Effective 1 January 2008, lithium-ion and lithium-metal batteries face new restrictions for carriage on a passenger aircraft.
• Lithium batteries may not be placed in checked baggage unless installed in/on the powered device (thus, no spares in checked luggage).
• Unlimited numbers of small Li-ion batteries may be carried on as spares, but only 2 spares above 8 grams Li content (about 100 watt-hour capacity) may be carried, the total amount not to exceed 25g (about 300 watt-hours). It appears that these “two large batteries” are in addition to the multiple small batteries you can carry, but read http://safetravel.dot.gov/whats_new_batteries.html to be sure.
• Lithium-metal batteries face even tougher restrictions: Li-metal batteries over 2g are not permitted at all, either attached to devices or carried as spares. Fortunately, the most common Li-metal batteries we deal with are the little button cells that maintain camera clocks and memories; these are OK.
The FAA has a good writeup with a handy chart.

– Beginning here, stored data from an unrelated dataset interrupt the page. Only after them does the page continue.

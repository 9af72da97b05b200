# Copyright 2026 The teleop_eval authors
# SPDX-License-Identifier: Apache-2.0
"""ROS domains and foreign nodes for the tests of the teardown cell."""

from __future__ import annotations

import importlib.util
import os
import subprocess
import sys
from collections.abc import Callable, Iterator

import pytest

if importlib.util.find_spec('rclpy') is None:
    collect_ignore_glob = ['test_dds_*.py']

FOREIGN = """
import sys, time, rclpy
rclpy.init(domain_id=int(sys.argv[1]))
node = rclpy.create_node(sys.argv[2], namespace=sys.argv[3])
print('ready', flush=True)
while True:
    time.sleep(0.1)
"""


@pytest.fixture
def cell_domain(free_domain: int) -> int:
    """Give a ROS domain of this test alone; the cell is told of it, the environment not."""
    return free_domain


@pytest.fixture
def foreign_node(cell_domain: int) -> Iterator[Callable[..., subprocess.Popen[str]]]:
    """Give a function that starts a node in another process and waits until it is there."""
    started: list[subprocess.Popen[str]] = []

    def start(name: str = 'driver', namespace: str = '/real_robot',
              discovery: str | None = 'LOCALHOST') -> subprocess.Popen[str]:
        environment = {key: value for key, value in os.environ.items()
                       if key != 'ROS_AUTOMATIC_DISCOVERY_RANGE'}
        if discovery:
            environment['ROS_AUTOMATIC_DISCOVERY_RANGE'] = discovery
        process = subprocess.Popen(
            [sys.executable, '-c', FOREIGN, str(cell_domain), name, namespace],
            env=environment, stdout=subprocess.PIPE, text=True)
        started.append(process)
        assert process.stdout is not None and process.stdout.readline() == 'ready\n'
        return process

    yield start
    for process in started:
        process.kill()
        process.wait()
        assert process.stdout is not None
        process.stdout.close()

Most pro-level batteries are rated in watt-hours, but prosumer camcorder batteries are rated in amp-hours (Ah) or milliamp-hours (mAh). Conversion factors:
– Watt-hours = battery voltage x amp-hour rating
– Watt-hours = battery voltage x milliamp-hours / 1000
For example, a Specialized Communications high-capacity Li-ion battery for an HVX200 is rated at 7.2v, 6000mAh. That translates to 43.2 Wh. The stock Sony BP-U30 battery for a PMW-EX1 is 14.4v, 1.95Ah, or 28.8 Wh (the “U30” being a battery with a nominal 30 Wh rating, apparently), while the high-capacity BP-U60 is twice as much.
It’s unlikely that any of the prosumer batteries pack more than 100 Wh, so you’re safe carrying on a whole mess of them–but be sure to cover their terminals to prevent short-circuits. I put a bit of gaffer tape over the terminals, or pack each battery in its own plastic bag.
V-Mount and A-B batteries will likely run into the over-8-gram, over-100Wh category, and big ones may exceed the 25 gram limit.
See this news report for a rather graphic example of why these rules make sense. Unlike most of the “security theatre” the TSA has foisted upon us, these FAA rules really are related to safety of flight: lithium batteries contain their own oxidizers, thus if they catch fire they will not self-extinguish, and are almost impossible to stop from burning once they start. If they’re in the cargo compartment, they’ll burn unobserved, and set fire to other things. In the passenger cabin, at least, you’ll notice it when your bag starts smoking, and the batteries can be dumped out onto the cabin floor so they won’t set other things alight.